### DATA
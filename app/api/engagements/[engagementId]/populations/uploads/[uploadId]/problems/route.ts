import { z } from "zod";
import { withEngagementRole } from "@/lib/auth/with-role";
import { parseIdParam } from "@/lib/auth/access";
import { getUploadById } from "@/lib/data/population-uploads";
import { problemsToCsv } from "@/lib/imports";

export const GET = withEngagementRole(z.object({}), "senior", async (_input, { db, engagementId, params }) => {
  const upload = await getUploadById(db, { engagementId, uploadId: parseIdParam(params.uploadId, "upload") });
  const name = upload.fileName.replace(/\.[^.]+$/, "").replace(/[^\w.-]+/g, "_");
  return new Response(problemsToCsv(upload.problems, upload.problemCount), {
    headers: {
      "content-type": "text/csv; charset=utf-8",
      "content-disposition": `attachment; filename="${name}-problems.csv"`,
    },
  });
});
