"""Review sheets as a reviewer gets them: PDF read back with pypdf, pages rendered by
PDFium (pypdfium2) and, where installed, poppler's pdftoppm; SVG parsed with xml.etree.

Paper sizes ISO 216 (A3 297 x 420 mm, A4 210 x 297 mm); scales ISO 5455; title-block
fields ISO 7200; 1 inch = 25.4 mm (exact) for converting rendered pixels to millimetres.
"""

from __future__ import annotations

import re
import shutil
import subprocess
import xml.etree.ElementTree as ET
from dataclasses import replace
from pathlib import Path

import numpy as np
import pypdf
import pypdfium2 as pdfium
import pytest

from app.sheet.content import SheetOptions, sheet_content
from app.sheet.layout import parse_scale
from app.sheet.render import pdf_bytes, plan_sheets, png_bytes, svg_bytes, write_sheets
from kinematics.caution import CAUTION_LINES
from kinematics.cell import Target
from kinematics.cellfile import load_cell
from kinematics.evaluate import evaluate_cell
from kinematics.review import with_review

REPO = Path(__file__).resolve().parents[3]
TRAY = REPO / "sample_cells" / "tray_loading.cell.json"
KIT = REPO / "sample_cells" / "kitting_two_arm.cell.json"

REVIEW = {
    "title": "Tray loading cell",
    "supplementary_title": "Layout for the design review",
    "legal_owner": "Northfield Fixtures Ltd",
    "identification_number": "NF-4471-02",
    "revision": "C",
    "date": "2026-11-30",
    "document_type": "layout drawing",
    "document_status": "under approval",
    "creator": "A. Bremer",
    "approval_person": "K. Osei",
    "technical_reference": "Cell spec 12",
}


def flat(text: str) -> str:
    """Extracted text with every run of white space as one space."""
    return " ".join(text.split())


def plan_for(path=TRAY, review=REVIEW, **opts):
    cell = load_cell(path)
    if review:
        cell = with_review(cell, review)
    return plan_sheets(sheet_content(evaluate_cell(cell), path), SheetOptions(**opts))


def pdf_pages(data: bytes) -> list[str]:
    reader = pypdf.PdfReader(__import__("io").BytesIO(data))
    return [flat(p.extract_text()) for p in reader.pages]


def render_pdfium(data: bytes, dpi: int) -> list[np.ndarray]:
    doc = pdfium.PdfDocument(data)
    out = []
    for i in range(len(doc)):
        bitmap = doc[i].render(scale=dpi / 72.0, grayscale=True)
        out.append(bitmap.to_numpy().reshape(bitmap.height, bitmap.width))
    return out


def render_pdftoppm(data: bytes, dpi: int, tmp_path: Path) -> list[np.ndarray]:
    from PySide6.QtGui import QImage

    src = tmp_path / "sheet.pdf"
    src.write_bytes(data)
    subprocess.run(["pdftoppm", "-r", str(dpi), "-gray", "-png", src, tmp_path / "p"], check=True)
    out = []
    for png in sorted(tmp_path.glob("p-*.png")):
        img = QImage(str(png)).convertToFormat(QImage.Format.Format_Grayscale8)
        a = np.frombuffer(img.constBits(), np.uint8).reshape(img.height(), img.bytesPerLine())
        out.append(a[:, : img.width()].copy())
    return out


RENDERERS = ["pdfium", "pdftoppm"]


def render(name: str, data: bytes, dpi: int, tmp_path: Path) -> list[np.ndarray]:
    if name == "pdftoppm":
        # A second, independent renderer (poppler); .ci/run installs it where it is missing.
        assert shutil.which("pdftoppm"), "pdftoppm not found: install poppler-utils"
        return render_pdftoppm(data, dpi, tmp_path)
    return render_pdfium(data, dpi)


def test_pdf_text_has_every_target_the_title_block_and_the_caution():
    plan = plan_for()
    pages = pdf_pages(pdf_bytes(plan))
    assert len(pages) == plan.sheets == 1
    text = pages[0]
    for t in load_cell(TRAY).targets:
        assert t.id in text
    for value in REVIEW.values():
        assert value in text, value
    for label in ("Legal owner", "Identification number", "Revision index", "Date of issue",
                  "Sheet", "Document type", "Creator", "Approval person",
                  "Technical reference", "Document status", "Title"):  # fmt: skip
        assert label in text, label
    assert "1 of 1" in text and "Scale 1:10" in text
    for line in CAUTION_LINES:
        assert flat(line) in text
    # The summary: counts, failing targets with reasons, cycle time, placement tolerance.
    assert "9 of 11 targets feasible, 2 fail" in text
    assert "outfeed_far Outfeed place, far end: beyond outer reach by 53.0 mm" in text
    assert re.search(r"Cycle time .*Tray loader, sequence 1 \(13 targets\): \d+\.\d\d s", text)
    assert "Placement tolerance" in text


@pytest.mark.parametrize("renderer", RENDERERS)
def test_every_page_rendered_is_not_blank(renderer, tmp_path):
    long = plan_for(path=KIT, paper="A4", orientation="portrait")
    assert long.sheets == 2
    for page in render(renderer, pdf_bytes(long), 60, tmp_path):
        h, w = page.shape
        # A4 portrait at 60 dpi: 210 x 297 mm (ISO 216).
        assert (w, h) == (round(210 / 25.4 * 60), round(297 / 25.4 * 60))
        dark = page < 128
        assert dark.mean() > 0.01
        # Ink in the title block (bottom right) and in the upper half (drawing or table).
        assert dark[int(0.85 * h) :, int(0.5 * w) :].mean() > 0.005
        assert dark[: h // 2].mean() > 0.005


def bar_length_mm(page: np.ndarray, dpi: int, plan) -> float:
    """The longest unbroken dark run in the scale strip, in mm (the bar's outline)."""
    strip = plan.parts["strip"]
    px = dpi / 25.4
    # The strip's rows clear of the drawing frame along its bottom edge.
    top, bottom = int((strip.y + 0.5) * px), int((strip.bottom - 1.5) * px)
    rows = page[top:bottom, int(strip.x * px) : int(strip.right * px)]
    best = 0
    for row in rows < 160:
        edges = np.diff(np.concatenate([[0], row.astype(np.int8), [0]]))
        starts, stops = np.flatnonzero(edges == 1), np.flatnonzero(edges == -1)
        if len(starts):
            best = max(best, int((stops - starts).max()))
    return best / px


@pytest.mark.parametrize("renderer", RENDERERS)
@pytest.mark.parametrize("scale", ["1:5", "1:10", "1:20"])
def test_scale_bar_measured_on_the_page_matches_the_stated_scale(renderer, scale, tmp_path):
    plan = plan_for(scale=parse_scale(scale))
    data = pdf_bytes(plan)
    text = pdf_pages(data)[0]
    # What the sheet says: the scale and the bar's length in the cell's units (mm).
    assert f"Scale {scale} (stated)" in text
    bar_mm = float(re.search(r"scale bar (\d+(?:\.\d+)?) mm", text).group(1))
    paper_per_world = 1.0 / int(scale.split(":")[1])
    dpi = 300
    measured = bar_length_mm(render(renderer, data, dpi, tmp_path)[0], dpi, plan)
    assert measured == pytest.approx(bar_mm * paper_per_world, rel=0.01)


@pytest.mark.parametrize(
    ("paper", "orientation", "size"),
    [("A3", "landscape", (420, 297)), ("A4", "portrait", (210, 297))],
)
def test_svg_has_text_and_the_paper_size_in_mm(paper, orientation, size):
    plan = plan_for(paper=paper, orientation=orientation)
    root = ET.fromstring(svg_bytes(plan, 0))
    assert (root.get("width"), root.get("height")) == (f"{size[0]}mm", f"{size[1]}mm")
    texts = [e for e in root.iter() if e.tag.endswith("}text") or e.tag == "text"]
    assert len(texts) > 50
    words = flat(" ".join("".join(e.itertext()) for e in texts))
    for t in load_cell(TRAY).targets:
        assert t.id in words
    assert "NF-4471-02" in words and "SAFETY CAUTION" in words


def test_png_at_a_chosen_dpi_is_the_paper_size():
    from PySide6.QtGui import QImage

    plan = plan_for(paper="A4", orientation="landscape")
    img = QImage.fromData(png_bytes(plan, 0, dpi=100))
    # A4 landscape 297 x 210 mm at 100 dpi (1 in = 25.4 mm).
    assert (img.width(), img.height()) == (round(297 / 25.4 * 100), round(210 / 25.4 * 100))
    assert img.dotsPerMeterX() == round(100 / 0.0254)
    gray = img.convertToFormat(QImage.Format.Format_Grayscale8)
    a = np.frombuffer(gray.constBits(), np.uint8).reshape(gray.height(), gray.bytesPerLine())
    assert (a[:, : gray.width()] < 128).mean() > 0.01


def test_a_long_table_continues_on_further_sheets_each_with_title_block_and_caution():
    cell = load_cell(TRAY)
    extra = tuple(
        Target(f"grid_{i:02d}", f"Grid point {i}", -300.0 + 20.0 * (i % 30), 100.0 + 10 * (i // 30),
               "loader")
        for i in range(45)
    )  # fmt: skip
    cell = with_review(replace(cell, targets=cell.targets + extra), REVIEW)
    plan = plan_sheets(sheet_content(evaluate_cell(cell), TRAY), SheetOptions())
    assert plan.sheets == 2
    pages = pdf_pages(pdf_bytes(plan))
    assert len(pages) == 2
    assert "1 of 2" in pages[0] and "2 of 2" in pages[1]
    for page in pages:
        assert "NF-4471-02" in page and "Tray loading cell" in page
        assert flat(CAUTION_LINES[-1]) in page
    assert "Targets: rows 1–56 of 56" in pages[1]
    for t in cell.targets:
        assert t.id in pages[1]


def test_the_legend_lists_the_styles_drawn_and_only_those():
    shown = pdf_pages(pdf_bytes(plan_for(overlays=frozenset({"annulus"}))))[0]
    assert "reach annulus (work envelope)" in shown
    assert "keep-out (hatched, dashed edge)" in shown  # the cabinet door is a keep-out zone
    assert "feeder (dotted fill)" not in shown  # no feeder in the cell
    assert "fails: inside the inner hole" not in shown  # no target fails that way
    assert "fails: beyond outer reach" in shown
    bare = pdf_pages(pdf_bytes(plan_for(overlays=frozenset(), ghosts="none")))[0]
    assert "reach annulus" not in bare and "chosen" not in bare.split("Legend")[1]


def test_a_failed_write_keeps_the_existing_file(tmp_path, monkeypatch):
    target = tmp_path / "review.pdf"
    target.write_bytes(b"old sheet")
    plan = plan_for()
    import app.sheet.render as render_mod

    def broken(*_a, **_k):
        raise OSError(28, "No space left on device")

    monkeypatch.setattr(render_mod, "write_atomic", broken)
    with pytest.raises(OSError):
        write_sheets(plan, pdf=target)
    assert target.read_bytes() == b"old sheet"
    monkeypatch.undo()
    svg = tmp_path / "review.svg"
    assert write_sheets(plan_for(path=KIT, paper="A4", orientation="portrait"), svg=svg) == [
        svg,
        tmp_path / "review-2.svg",
    ]
    assert sorted(p.name for p in tmp_path.iterdir()) == [
        "review-2.svg",
        "review.pdf",
        "review.svg",
    ]


@pytest.mark.parametrize(
    "path", sorted((REPO / "sample_cells").glob("*.cell.json")), ids=lambda p: p.stem
)
def test_every_sample_cell_exports_and_its_collisions_are_in_the_legend(path):
    # A cell whose poses hit fixtures draws the colliding bodies and contact marks; the
    # legend lists them exactly when some pose the sheet shows collides.
    cell = load_cell(path)
    ev = evaluate_cell(cell)
    colliding = any(
        bool((np.asarray(a.ik.ok) & np.asarray(a.collides)).any()) for a in ev.arms.values()
    )
    text = pdf_pages(pdf_bytes(plan_for(path=path, review=None, ghosts="all")))[0]
    assert ("contact point (circled cross)" in text) == colliding
    assert any(t.id in text for t in cell.targets)
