"""The placement overlay of one arm: where its base may go, and how far the installer may miss.

Everything drawn comes from the engine (:mod:`kinematics.placement`), computed in a worker
thread (:mod:`app.placement_worker`) whenever the targets, the fixtures or the arm change:

* the **score map** as a heatmap under the layout (painted into the view's cached
  background, under the fixtures), coloured with our own colour map
  (:func:`app.placement_image.score_colours`: lightness rises steadily, so it reads in
  grey and for the common colour-vision deficiencies), grid cells where some target fails
  hatched, and a colour bar in the legend that names the score;
* the exact **placement region**'s outline (a solid line);
* the **best spot** (a star with a label);
* the **placement tolerance** about the base (a dashed circle with its value) and the
  **heading tolerance** (an arc with end ticks and its values).

The map is coarse first and refined after; a newer request cancels the older. The map
does not depend on where the base is, so a base drag never waits for it: while the base is
dragged the tolerance and the "all targets feasible" state follow every step
(:func:`kinematics.placement.live_state` without its heading part, a guaranteed lower
bound of the tolerance), and the exact tolerances are computed again once the steps pause.
Nothing is told by colour alone: every mark has a shape, a line style and words.
"""

from __future__ import annotations

import math
import sys
from dataclasses import replace

import numpy as np
import pyqtgraph as pg
from PySide6.QtCore import QObject, QPointF, QRectF, Qt, Signal
from PySide6.QtGui import (
    QBrush,
    QColor,
    QFont,
    QImage,
    QLinearGradient,
    QPainter,
    QPainterPath,
    QTransform,
)
from PySide6.QtWidgets import QGraphicsItem, QGraphicsPathItem

from app import style
from app.placement_image import SCORE_ANCHORS, score_colours
from app.placement_worker import BackgroundRunner, PlacementUpdate, placement_updates, pose_updates
from kinematics.cell import Arm, Cell
from kinematics.layout_keys import score_weights
from kinematics.placement import (
    BestPosition,
    LiveState,
    PlacementProblem,
    PlacementRegion,
    ScoreMap,
    Tolerance,
    live_state,
    move_base,
    placement_problem,
)
from kinematics.rings import rings_from_arrays
from kinematics.wording import count_text, length

from ..legend import LegendEntry
from ..paths import rings_path
from ..qtstyle import cosmetic_pen
from . import Frame, Host, Z

__all__ = [
    "HEAT_ALPHA",
    "BEST_SYMBOL",
    "map_key",
    "heat_colours",
    "score_ticks",
    "PlacementLayer",
]

#: Opacity of the heatmap over the paper (the plan grid shows faintly through).
HEAT_ALPHA = 0.82
#: Marker of the best spot (pyqtgraph symbol).
BEST_SYMBOL = "star"
#: Radius of the heading tolerance arc, as a fraction of link 1 (beyond the heading arrow).
ARC_FRACTION = 0.62


def map_key(cell: Cell, arm: Arm) -> tuple:
    """Everything an arm's score map and region depend on: not where the base is, nor the
    score weights (a map is rescored for those)."""
    extra = {k: v for k, v in cell.extra.items() if k not in ("placement_weights", "variants")}
    return (
        replace(arm, x=0.0, y=0.0),
        cell.targets_of(arm.id),
        cell.fixtures,
        cell.units,
        repr(sorted(extra.items())),
    )


def heat_colours(smap: ScoreMap) -> tuple[np.ndarray, np.ndarray, float, float]:
    """The heatmap's colours: (rgb (ny, nx, 3) uint8, computed (ny, nx) bool, lo, hi).

    Scores run from ``lo`` (darkest) to ``hi`` (palest), the map's own range, as in the
    ``place --png`` picture.
    """
    s = smap.score
    fin = np.isfinite(s)
    lo = float(np.nanmin(s)) if fin.any() else 0.0
    hi = float(np.nanmax(s)) if fin.any() else 1.0
    span = hi - lo if hi > lo else 1.0
    rgb = score_colours(np.where(fin, (s - lo) / span, 0.0)).reshape(s.shape + (3,))
    return rgb, fin, lo, hi


def _heat_image(rgb: np.ndarray, fin: np.ndarray) -> QImage:
    """ARGB image of the map, row j = y[j] (drawn into a world rectangle, y up)."""
    ny, nx = fin.shape
    px = np.zeros((ny, nx, 4), dtype=np.uint8)  # B, G, R, A in memory
    px[..., 0], px[..., 1], px[..., 2] = rgb[..., 2], rgb[..., 1], rgb[..., 0]
    px[..., 3] = np.where(fin, int(round(255 * HEAT_ALPHA)), 0)
    px = np.ascontiguousarray(px)
    return QImage(px.data, nx, ny, 4 * nx, QImage.Format.Format_ARGB32).copy()


def _short_path(smap: ScoreMap) -> QPainterPath:
    """World rectangles of the grid cells where some target fails (runs along each row)."""
    path = QPainterPath()
    short = np.isfinite(smap.score) & (smap.feasible < smap.targets)
    h = 0.5 * smap.pitch
    for j in np.flatnonzero(short.any(axis=1)):
        row = short[j].astype(np.int8)
        edges = np.flatnonzero(np.diff(np.concatenate([[0], row, [0]])))
        for a, b in zip(edges[::2], edges[1::2]):
            x0, x1 = smap.x[a] - h, smap.x[b - 1] + h
            path.addRect(QRectF(x0, smap.y[j] - h, x1 - x0, 2 * h))
    return path


def score_ticks(lo: float, hi: float, most: int = 8) -> list[tuple[float, str]]:
    """(fraction of the colour bar, label) at each whole number of targets feasible.

    Examples
    --------
    >>> [(round(t, 3), k) for t, k in score_ticks(0.0, 6.0, most=4)]
    [(0.0, '0'), (0.333, '2'), (0.667, '4'), (1.0, '6')]
    """
    span = hi - lo if hi > lo else 1.0
    ks = list(range(math.ceil(lo), math.floor(hi) + 1))
    if len(ks) > most:
        ks = ks[:: math.ceil(len(ks) / most)]
    return [((k - lo) / span, f"{k}") for k in ks]


def _circle_path(x: float, y: float, r: float) -> QPainterPath:
    path = QPainterPath()
    path.addEllipse(QPointF(x, y), r, r)
    return path


def _arc_path(x: float, y: float, r: float, a0: float, a1: float, tick: float) -> QPainterPath:
    """An arc about (x, y) from angle a0 to a1 (degrees, world, counter-clockwise) with a
    radial tick at each end."""
    t = np.radians(np.linspace(a0, a1, max(2, int(abs(a1 - a0) / 2) + 2)))
    pts = np.stack([x + r * np.cos(t), y + r * np.sin(t)], axis=1)
    path = pg.arrayToQPath(pts[:, 0], pts[:, 1], connect="all")
    if abs(a1 - a0) < 359.99:
        for a in (t[0], t[-1]):
            c, s = math.cos(a), math.sin(a)
            path.moveTo(x + (r - tick) * c, y + (r - tick) * s)
            path.lineTo(x + (r + tick) * c, y + (r + tick) * s)
    return path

### EXERCISE AIM
Return nothing but the lines from the start of the listing above through the line containing "import pytest", exactly as given.

### WRITTEN RESPONSE
filename app/api/engagements/[engagementId]/populations/uploads/[uploadId]/problems/route.ts
import { z } from "zod";
import { withEngagementRole } from "@/lib/auth/with-role";
import { parseIdParam } from "@/lib/auth/access";
import { getUploadById } from "@/lib/data/population-uploads";
import { problemsToCsv } from "@/lib/imports";

export const GET = withEngagementRole(z.object({}), "senior", async (_input, { db, engagementId, params }) => {
  const upload = await getUploadById(db, { engagementId, uploadId: parseIdParam(params.uploadId, "upload") });
  const name = upload.fileName.replace(/\.[^.]+$/, "").replace(/[^\w.-]+/g, "_");
  return new Response(problemsToCsv(upload.problems, upload.problemCount), {
    headers: {
      "content-type": "text/csv; charset=utf-8",
      "content-disposition": `attachment; filename="${name}-problems.csv"`,
    },
  });
});
"""Review sheets as a reviewer gets them: PDF read back with pypdf, pages rendered by
PDFium (pypdfium2) and, where installed, poppler's pdftoppm; SVG parsed with xml.etree.

Paper sizes ISO 216 (A3 297 x 420 mm, A4 210 x 297 mm); scales ISO 5455; title-block
fields ISO 7200; 1 inch = 25.4 mm (exact) for converting rendered pixels to millimetres.
"""

from __future__ import annotations

import re
import shutil
import subprocess
import xml.etree.ElementTree as ET
from dataclasses import replace
from pathlib import Path

import numpy as np
import pypdf
import pypdfium2 as pdfium
import pytest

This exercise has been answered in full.